Dataset entries
================================
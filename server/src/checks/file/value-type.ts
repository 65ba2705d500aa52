import { decodedRule } from './decoded.ts'

export const valueType = decodedRule({
  id: 'value-type',
  summary: 'A value is not of the kind that its key takes.',
  why: 'The value cannot be used, so what depends on it is not checked.',
  wrong: 'lattice: {bravais: cF, a: 5.43}\npath: [Γ, X]\n',
  right: 'lattice: {bravais: cF, a: 5.43}\npath: [Γ – X]\n',
})
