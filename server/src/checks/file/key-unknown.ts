import { nearest } from '../../format/nearest.ts'
import type { Check, Finding } from '../check.ts'
import type { Sourced } from '../../format/model.ts'
import { decodedRule } from './decoded.ts'

const decoded = decodedRule({
  id: 'key-unknown',
  summary: 'A key is none of the format, or the name of a rule is none of the rules.',
  why: 'What stands under it is not read: a misspelled key leaves its default in force.',
  wrong: 'lattice: {bravais: cF, a: 5.43}\npaths: Γ – X\n',
  right: 'lattice: {bravais: cF, a: 5.43}\npath: Γ – X\n',
})

/** Keys are known to the decoder, the names of rules only here. */
export const keyUnknown: Check = {
  ...decoded,
  *run(context) {
    yield* decoded.run(context)
    const { document, file, ruleIds } = context
    for (const [value, { key }] of document.checks)
      if (!ruleIds.has(value)) yield unknownRule({ value, at: key }, ruleIds)
    for (const { rules } of file.allowances) {
      for (const rule of rules) {
        const here = rule.at[0] >= document.at[0] && rule.at[1] <= document.at[1]
        if (here && !ruleIds.has(rule.value)) yield { ...unknownRule(rule, ruleIds), severity: 'warning' }
      }
    }
  },
}

function unknownRule({ value, at }: Sourced<string>, ruleIds: ReadonlySet<string>): Finding {
  const near = nearest(value, ruleIds)
  return {
    at,
    message: `No rule is called \`${value}\`${near ? `; did you mean \`${near}\`?` : '.'}`,
    fixes: near ? [{ title: `Replace by \`${near}\``, safe: true, edits: [{ at, text: near }] }] : [],
  }
}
================================
WHAT YOU WILL DO:
The lines to copy run from the start of the records above through the line holding "summary: 'A value"; give them exactly, both ends included, and nothing else.

RESULT OF THE EXERCISE:
filename server/src/checks/file/value-type.ts
repository 65ba2705d500aa52
import { decodedRule } from './decoded.ts'

export const valueType = decodedRule({
  id: 'value-type',
  summary: 'A value is not of the kind that its key takes.',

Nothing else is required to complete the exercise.